Artık herkes yamaçlardaki inşaatlarda istinat duvarlarının da ne kadar önemli olduğunu biliyor. Çünkü ülkemizde birçok defa deprem dahi olmadan yamaçların göçmesinden binalar yıkılmış veya oturulamaz hale gelmiştir. Yüzlerce tonluk ağırlığa sahip binaların yükünü, hiçbir mühendislik hizmeti görmemiş moloz taştan üretilmiş istinat duvarlarına taşıtmak nasıl bir mantıktır. İnanın bu hesapsız kitapsız yapılmış yapılar suç unsurudur. İstinat duvarları, zemin dayanma yapıları olarak literatürde anılırlar. Kendilerine has standart ve kuralları vardır. Bahçe duvarı yapar gibi yapamazsınız.

İlimizde yamaçlara yapılan bazı bölgelerdeki yerleşimlerin yollarından bahsetmek dahi istemiyorum. İki aracın yan yana geçebileceği veya güvenle inip çıkabileceği yolları aradım ancak bulamadım! Sanırım daha sonra yapacaklar. Hani bizim medeniyetimizi gösteren yollar?

Amacımız kişilerle veya kurumlarla uğraşmak değil, amacımız Elazığ’ımızın güzelliklerini korumak, her yönüyle dünya standartlarına taşımaktır. Bundan dolayı mesleğimiz ile ilgili sorunları ifade etmeye çalıştım. Umarım herkes üzerine düşen payı alır.”

 

Binlerce insanımızın ikamet ettiği, her gün altından geçtiği, çocukların yanından okula gittiği duvarlardan bahsediyorum.

Tehlike geliyorum diyor.

Yıllar içerisinde bu duvarların çökmelerine, bu duyarlılıkla maalesef daha çok şahit olacağız.

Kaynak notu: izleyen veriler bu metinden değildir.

import { describe, expect, it } from 'vitest';
import {
  carrierProfile,
  createStoppingSet,
  fit,
  prepareFit,
  runChecks,
  simulateScan,
  type Check,
  type FitInput,
  type ParameterValues,
} from '@/lib/inversion/index';
import { runsTest } from '@/lib/inversion/statistics/runs-test';
import {
  answerOf,
  fractionInput,
  free,
  freeWith,
  rateInput,
  SHARED_SET,
  stoppingSet,
} from './support/scans';

const truth = { edgeDepthNm: 75, edgeWidthNm: 16, levelTop: 0.74, levelBulk: 0.32 };

function checksOf(
  template: FitInput,
  values: ParameterValues = truth,
  seed = 1,
  spoil: (input: FitInput) => FitInput = (input) => input,
): Map<string, Check> {
  const input = spoil({ ...template, points: simulateScan({ input: template, values, seed }) });
  const prepared = prepareFit(input);
  const answer = answerOf(fit(prepared));
  return new Map(
    runChecks(prepared, answer, carrierProfile(prepared, answer)).map((check) => [check.id, check]),
  );
}

describe('the checks of a sound fit', () => {
  const checks = checksOf(fractionInput({}, 0.004));

  it('are fine, in sentences with a figure', () => {
    expect([...checks.values()].filter(({ state }) => state !== 'fine')).toEqual([]);
    expect(checks.size).toBeGreaterThanOrEqual(11);
    for (const { id, message } of checks.values()) {
      expect(id).toMatch(/^[a-z]+(-[a-z]+)*$/);
      expect(message).toMatch(/^[A-Zχ0-9].*\.$/);
      expect(message).not.toMatch(/NaN|undefined|null|Infinity/);
    }
    const withFigure = [...checks.values()].filter(({ message }) => /\d/.test(message));
    expect(withFigure.length).toBeGreaterThanOrEqual(checks.size - 3);
  });
});

describe('each check speaks up', () => {
  const spoiled =
    (index: number, by: number) =>
    (input: FitInput): FitInput => ({
      ...input,
      points: input.points.map((p, i) => (i === index ? { ...p, value: p.value + by } : p)),
    });

  it.each<[string, Check['state'], () => Map<string, Check>]>([
    [
      'points-vs-parameters',
      'problem',
      () =>
        checksOf(
          fractionInput({
            points: fractionInput({}, 0.004).points.filter((_, i) => [1, 6, 8, 12].includes(i)),
          }),
        ),
    ],
    [
      'points-vs-parameters',
      'caution',
      () =>
        checksOf(
          fractionInput({
            points: fractionInput({}, 0.004).points.filter((_, i) =>
              [1, 4, 6, 8, 10, 12].includes(i),
            ),
          }),
        ),
    ],
    ['chi-square', 'problem', () => checksOf(fractionInput({}, 0.004), truth, 1, spoiled(7, 0.05))],
    [
      'chi-square',
      'caution',
      () =>
        checksOf(fractionInput({}, 0.002), truth, 1, (input) => ({
          ...input,
          points: input.points.map((p) => ({ ...p, sigma: 0.02 })),
        })),
    ],
    // An edge far wider than a step bends the residuals of neighbours the same way.
    [
      'residual-runs',
      'caution',
      () => checksOf(fractionInput({ profile: 'sharp' }, 0.003), { ...truth, edgeWidthNm: 45 }, 4),
    ],
    [
      'parameter-at-bound',
      'caution',
      () => checksOf(fractionInput({}, 0.02), { ...truth, levelTop: 1, levelBulk: 0 }, 3),
    ],
    [
      'correlation',
      'caution',
      () => checksOf(fractionInput({}, 0.004), { ...truth, edgeDepthNm: 125, edgeWidthNm: 35 }, 3),
    ],
    [
      'edge-reach',
      'problem',
      () =>
        checksOf(
          fractionInput(
            { profile: 'sharp', parameters: { levelBulk: freeWith(0.3, 0.02) } },
            0.004,
          ),
          { ...truth, edgeDepthNm: 212 },
          3,
        ),
    ],
    [
      'edge-reach',
      'caution',
      () =>
        checksOf(
          fractionInput({ profile: 'sharp', parameters: { levelBulk: freeWith(0.3, 0.05) } }, 0.04),
          { ...truth, edgeDepthNm: 165 },
          1,
        ),
    ],
    [
      'stopping-interpolated',
      'caution',
      () =>
        checksOf(
          fractionInput(
            { stopping: createStoppingSet(SHARED_SET.profiles.filter((_, i) => i !== 5)) },
            0.004,
          ),
        ),
    ],
    [
      'stopping-loss',
      'caution',
      () =>
        checksOf(
          fractionInput(
            {
              stopping: createStoppingSet(
                SHARED_SET.profiles.map((p, i) => (i === 12 ? { ...p, lostShare: 0.06 } : p)),
              ),
            },
            0.004,
          ),
        ),
    ],
    [
      'stopping-loss',
      'caution',
      () => checksOf(fractionInput({ stopping: stoppingSet(undefined, 130, 1) }, 0.004)),
    ],
    [
      'bin-width',
      'caution',
      () =>
        checksOf(fractionInput({ stopping: stoppingSet(undefined, 32, 10) }, 0.003), {
          ...truth,
          edgeWidthNm: 20,
        }),
    ],
    [
      'depth-scale',
      'caution',
      () => checksOf(fractionInput({ parameters: { depthScale: free } }, 0.002)),
    ],
    [
      'leave-one-out',
      'problem',
      () => checksOf(fractionInput({}, 0.004), truth, 1, spoiled(12, 0.06)),
    ],
    [
      'contrast',
      'problem',
      () => checksOf(fractionInput({}, 0.02), { ...truth, levelTop: 0.5, levelBulk: 0.45 }, 8),
    ],
    ['polarity', 'problem', () => checksOf(rateInput(), { ...truth, levelTop: 3, levelBulk: 0.1 })],
    [
      'capture-coefficient',
      'caution',
      () => checksOf(rateInput(), { ...truth, levelTop: 0.1, levelBulk: 3 }),
    ],
  ])('%s: %s', (id, state, checks) => {
    expect(checks().get(id)).toMatchObject({ id, state });
  });

  it('names the energies that know the edge', () => {
    const message = checksOf(fractionInput({}, 0.004)).get('edge-reach')!.message;
    expect(message).toMatch(
      /^Edge is inside reach\. \d+ % of the information on it comes from \d+ to \d+ keV\.$/,
    );
  });

  it('the bias of a depth-scale prior is a share of the variance', () => {
    const sharp = checksOf(
      fractionInput({ parameters: { depthScale: freeWith(1, 0.001) } }, 0.004),
    ).get('depth-scale')!;
    expect(sharp.state).toBe('fine');
  });

  it('closure notices intervals that are too small for the scatter', () => {
    const template = fractionInput({}, 0.004);
    const prepared = prepareFit({
      ...template,
      points: simulateScan({ input: template, values: truth, seed: 1 }),
    });
    const answer = answerOf(fit(prepared));
    const profile = carrierProfile(prepared, answer);
    const shrunk = {
      ...answer,
      parameters: answer.parameters.map((p) =>
        p.name === 'edgeDepthNm'
          ? { ...p, interval68: [p.value - 0.3, p.value + 0.3] as const }
          : p,
      ),
    };
    const state = (of: typeof answer) =>
      runChecks(prepared, of, profile).find(({ id }) => id === 'closure')!.state;
    expect(state(answer)).toBe('fine');
    expect(state(shrunk)).toBe('caution');
  });
});

describe('the runs test', () => {
  const signs = (text: string): boolean[] => [...text].map((sign) => sign === '+');

  // Source: F. S. Swed and C. Eisenhart, Ann. Math. Stat. 14, 66 (1943), the tables of P(runs ≤ r); small cases counted by hand:
  // of the C(6, 3) = 20 orders of three + and three − two have 2 runs, two more pairs have 3 (4 orders), so P(≤ 3) = 6/20.
  it.each([
    ['+++---', 2, 2 / 20],
    ['++-+--', 4, 14 / 20],
    ['++--+-', 4, 14 / 20],
    ['+--++-', 4, 14 / 20],
    ['++---+', 3, 6 / 20],
    ['+-+-+-', 6, 1],
  ])('counts the orders of %s exactly', (text, runs, pValue) => {
    const test = runsTest(signs(text))!;
    expect(test.runs).toBe(runs);
    expect(test.pValue).toBeCloseTo(pValue, 12);
    expect(test.expected).toBe(4);
  });

  it('says nothing of fewer than five, and takes one sign only as coins', () => {
    expect(runsTest(signs('++-'))).toBeNull();
    expect(runsTest(signs('++++++'))!.pValue).toBe(1 / 32);
  });
});
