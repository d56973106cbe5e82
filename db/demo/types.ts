import type { Role } from '@/lib/schemas/common';
import type { FitSpec } from '@/lib/schemas/fit';
import type { SampleInput } from '@/lib/schemas/sample';
import type { ScanMeta, ScanReading } from '@/lib/schemas/scan';
import type { StoppingMeta, StoppingReading } from '@/lib/schemas/stopping-set';

/**
 * What the demo generator hands to the seed: plain data in the shapes that the verbs take, without
 * ids. Things refer to each other by `key`. Every number comes from a formula and the seed, and
 * everything carries `invented: true`.
 */
export interface DemoData {
  seed: number;
  invented: true;
  team: { name: string; invented: true };
  people: readonly DemoPerson[];
  samples: readonly DemoSample[];
  stoppingSets: readonly DemoStoppingSet[];
  scans: readonly DemoScan[];
  /** In the order in which they must be saved: a fit stands after the one that it came from. */
  fits: readonly DemoFit[];
}

export interface DemoPerson {
  key: string;
  name: string;
  email: string;
  role: Role;
  invented: true;
}

/** A file exactly as a person would have uploaded it: UTF-8 text, to be stored byte for byte. */
export interface DemoFile {
  fileName: string;
  text: string;
}

export interface DemoSample {
  key: string;
  input: SampleInput;
  invented: true;
}

export interface DemoStoppingSet {
  key: string;
  meta: StoppingMeta;
  /** In the order of `reading.files`. */
  files: readonly DemoFile[];
  reading: StoppingReading;
  invented: true;
}

export interface DemoScan {
  key: string;
  sampleKey: string;
  meta: ScanMeta;
  file: DemoFile;
  reading: ScanReading;
  invented: true;
}

/** One step in the history of a fit, in order. A return carries its reason, a comment may point at something. */
export interface DemoReviewEvent {
  kind: 'submitted' | 'comment' | 'accepted' | 'returned';
  byKey: string;
  body: string;
  /** Such as "point 14 keV", "depth 80 nm" or "check runs-test"; empty for the whole fit. */
  target: string;
}

export interface DemoFit {
  key: string;
  name: string;
  notes: string;
  scanKey: string;
  stoppingKey: string;
  authorKey: string;
  /** The fit that this one was made from; null for a first one. */
  parentKey: string | null;
  spec: FitSpec;
  outcome: 'draft' | 'submitted' | 'accepted' | 'returned';
  events: readonly DemoReviewEvent[];
  invented: true;
}
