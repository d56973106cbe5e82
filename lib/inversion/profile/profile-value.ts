import type { PreparedFit } from '../fit/prepared-fit';
import { RESPONSES } from '../response/responses';
import type { CarrierScale, FitInput, ParameterValues } from '../types';

/** Concentrations on both sides of a profile. Bent bands bring their own bulk, and none are left where s = 0. */
export function carriersAt({ carriers }: FitInput, { bulkPerCm3 }: ParameterValues): CarrierScale {
  return bulkPerCm3 === undefined ? carriers : { ...carriers, bulkPerCm3, topPerCm3: 0 };
}

/** p(x) in cm⁻³, or the populated share, as a function of the depth below the cap (nm) at the values of a fit. */
export function profileValue(
  { input, problem }: PreparedFit,
  values: ParameterValues,
): (depthNm: number) => number {
  const { trial } = problem.model;
  const shape = trial.shape.map(({ name }) => values[name]!);
  const { offset, slope } = RESPONSES[input.response.kind].line(
    values.levelTop!,
    values.levelBulk!,
    { ...input, carriers: carriersAt(input, values) },
  );
  return (depthNm) => offset + slope * trial.share(depthNm, shape);
}
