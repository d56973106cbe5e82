import type { FoldScratch, EdgeFold } from '../fold/fold-edge';
import type { Kernel } from '../fold/kernel';
import type { ParameterName, ProfileKind } from '../types';

/** Populated share per row and its derivatives by the shape parameters and by the depth scale. */
export interface ShareFold {
  share: Float64Array;
  byShape: readonly Float64Array[];
  byScale: Float64Array;
  scratch: FoldScratch;
  edge: EdgeFold;
}

/**
 * A trial profile: its shape parameters, its populated share s(x) and the exact fold of s. A new one is one file that
 * exports this and one line in trial-profiles.ts.
 */
export interface TrialProfile {
  kind: ProfileKind;
  shapeNames: readonly ParameterName[];
  /** Which shape parameters are widths: zero makes a step. */
  widths: readonly number[];
  /** χ² has kinks in the edge at the bin borders, so the last digits are found by bracketing instead of derivatives. */
  kinked: boolean;
  /** s(x) at a depth below the cap. shape holds the values in the order of shapeNames. */
  share(depthNm: number, shape: ArrayLike<number>): number;
  /** Fold through the kernel with depths scaled by `scale` and a cap of capNm in front. */
  fold(
    kernel: Kernel,
    shape: ArrayLike<number>,
    capNm: number,
    scale: number,
    out: ShareFold,
  ): void;
}
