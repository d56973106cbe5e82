import type { Metadata } from 'next';
import { redirect } from 'next/navigation';

import { currentViewer } from '@/app/_server/viewer';
import { EntrySheet } from '@/components/person/entry-sheet';
import { SignUpForm } from '@/components/person/sign-up-form';
import { TextLink } from '@/components/ui/text-link';

import { signUpAction } from '../actions';

export const metadata: Metadata = { title: 'Make a team' };

export default async function SignUpPage() {
  if (await currentViewer()) redirect('/');
  return (
    <EntrySheet
      title="Make a team"
      lead="A team shares its samples, energy scans, stopping sets, fits and issued profiles. Nobody outside sees them."
      after={
        <>
          You have an account? <TextLink href="/sign-in">Sign in</TextLink>.
        </>
      }
    >
      <SignUpForm action={signUpAction} />
    </EntrySheet>
  );
}
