import { describe, expect, it } from 'vitest';
import {
  carrierProfile,
  fit,
  prepareFit,
  runChecks,
  simulateScan,
  type Check,
  type FitInput,
} from '@/lib/inversion/index';
import { answerOf, fractionInput } from './support/scans';

const GE_300_K = { relativePermittivity: 16.2, temperatureK: 300, intrinsicPerCm3: 2e13 };

function checksOf(edgeWidthNm: number, bulkPerCm3: number, gapEv: number | null): Check[] {
  const input: FitInput = fractionInput(
    {
      semiconductor: { ...GE_300_K, gapEv },
      carriers: { bulkPerCm3, bulkSigmaPerCm3: null, topPerCm3: null },
    },
    0.002,
  );
  const values = { edgeDepthNm: 75, edgeWidthNm, levelTop: 0.74, levelBulk: 0.32 };
  const prepared = prepareFit({ ...input, points: simulateScan({ input, values, seed: 1 }) });
  const answer = answerOf(fit(prepared));
  return runChecks(prepared, answer, carrierProfile(prepared, answer));
}

const stateOf = (checks: Check[], id: string): Check | undefined =>
  checks.find((check) => check.id === id);

describe('an edge against electrostatics', () => {
  // Source: L_D = √(ε kT/(q²N)) by hand: ε_r 16.2, 300 K, 1e15 cm⁻³ give 152 nm, 1e18 give 4.8 nm; 0.66 L_D is 100 and 3.2 nm.
  it('says when it is sharper than carriers can end', () => {
    const dilute = stateOf(checksOf(16, 1e15, null), 'debye-length')!;
    expect(dilute.state).toBe('caution');
    expect(dilute.message).toMatch(/Debye length of 152 nm .* at least 100 nm wide/);
    const dense = stateOf(checksOf(16, 1e18, null), 'debye-length')!;
    expect(dense.state).toBe('fine');
    expect(dense.message).toMatch(/Debye length of 4\.81 nm/);
  });

  // Source: φ = qNW²/2ε by hand: 75 nm in 1e18 cm⁻³ at ε_r 16.2 bend the bands by 3.14 eV, in 1e17 by 0.31 eV; the gap of
  // germanium is 0.66 eV (Sze, from memory).
  it('says when it asks for bands bent by more than the gap', () => {
    const steep = stateOf(checksOf(16, 1e18, 0.66), 'band-bending')!;
    expect(steep.state).toBe('problem');
    expect(steep.message).toMatch(/bends the bands by 3\.\d+ eV, with a gap of 0\.66 eV/);
    expect(stateOf(checksOf(16, 1e17, 0.66), 'band-bending')!.state).toBe('fine');
  });

  it('says nothing where the bulk or the gap is not known', () => {
    expect(stateOf(checksOf(16, 1e17, null), 'band-bending')).toBeUndefined();
    const input = fractionInput({}, 0.002);
    const values = { edgeDepthNm: 75, edgeWidthNm: 16, levelTop: 0.74, levelBulk: 0.32 };
    const prepared = prepareFit({ ...input, points: simulateScan({ input, values, seed: 1 }) });
    const answer = answerOf(fit(prepared));
    const checks = runChecks(prepared, answer, carrierProfile(prepared, answer));
    expect(stateOf(checks, 'debye-length')).toBeUndefined();
  });
});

Üstelik henüz deprem gibi bir afet olmadan istinat duvarlarımız çökmeye başladı.

Şiddetli bir deprem (o beklenen ama hiç gelmeyecekmiş gibi davrandığımız deprem!!!) sırasında aklımızın ucundan dahi geçmeyen sıkıntılara şahit olabiliriz.

 

ÇÖZÜM: Bu durumda olan istinat duvarları öncelikle tespit edilmeli ve acilen güçlendirilmeli veya betonarme istinat duvarlar şeklinde yenilenmelidir.

 

Teknik kurallar, harf iken, rakam iken, formül iken, grafik iken değil, uygulandıklarında işe yararlar.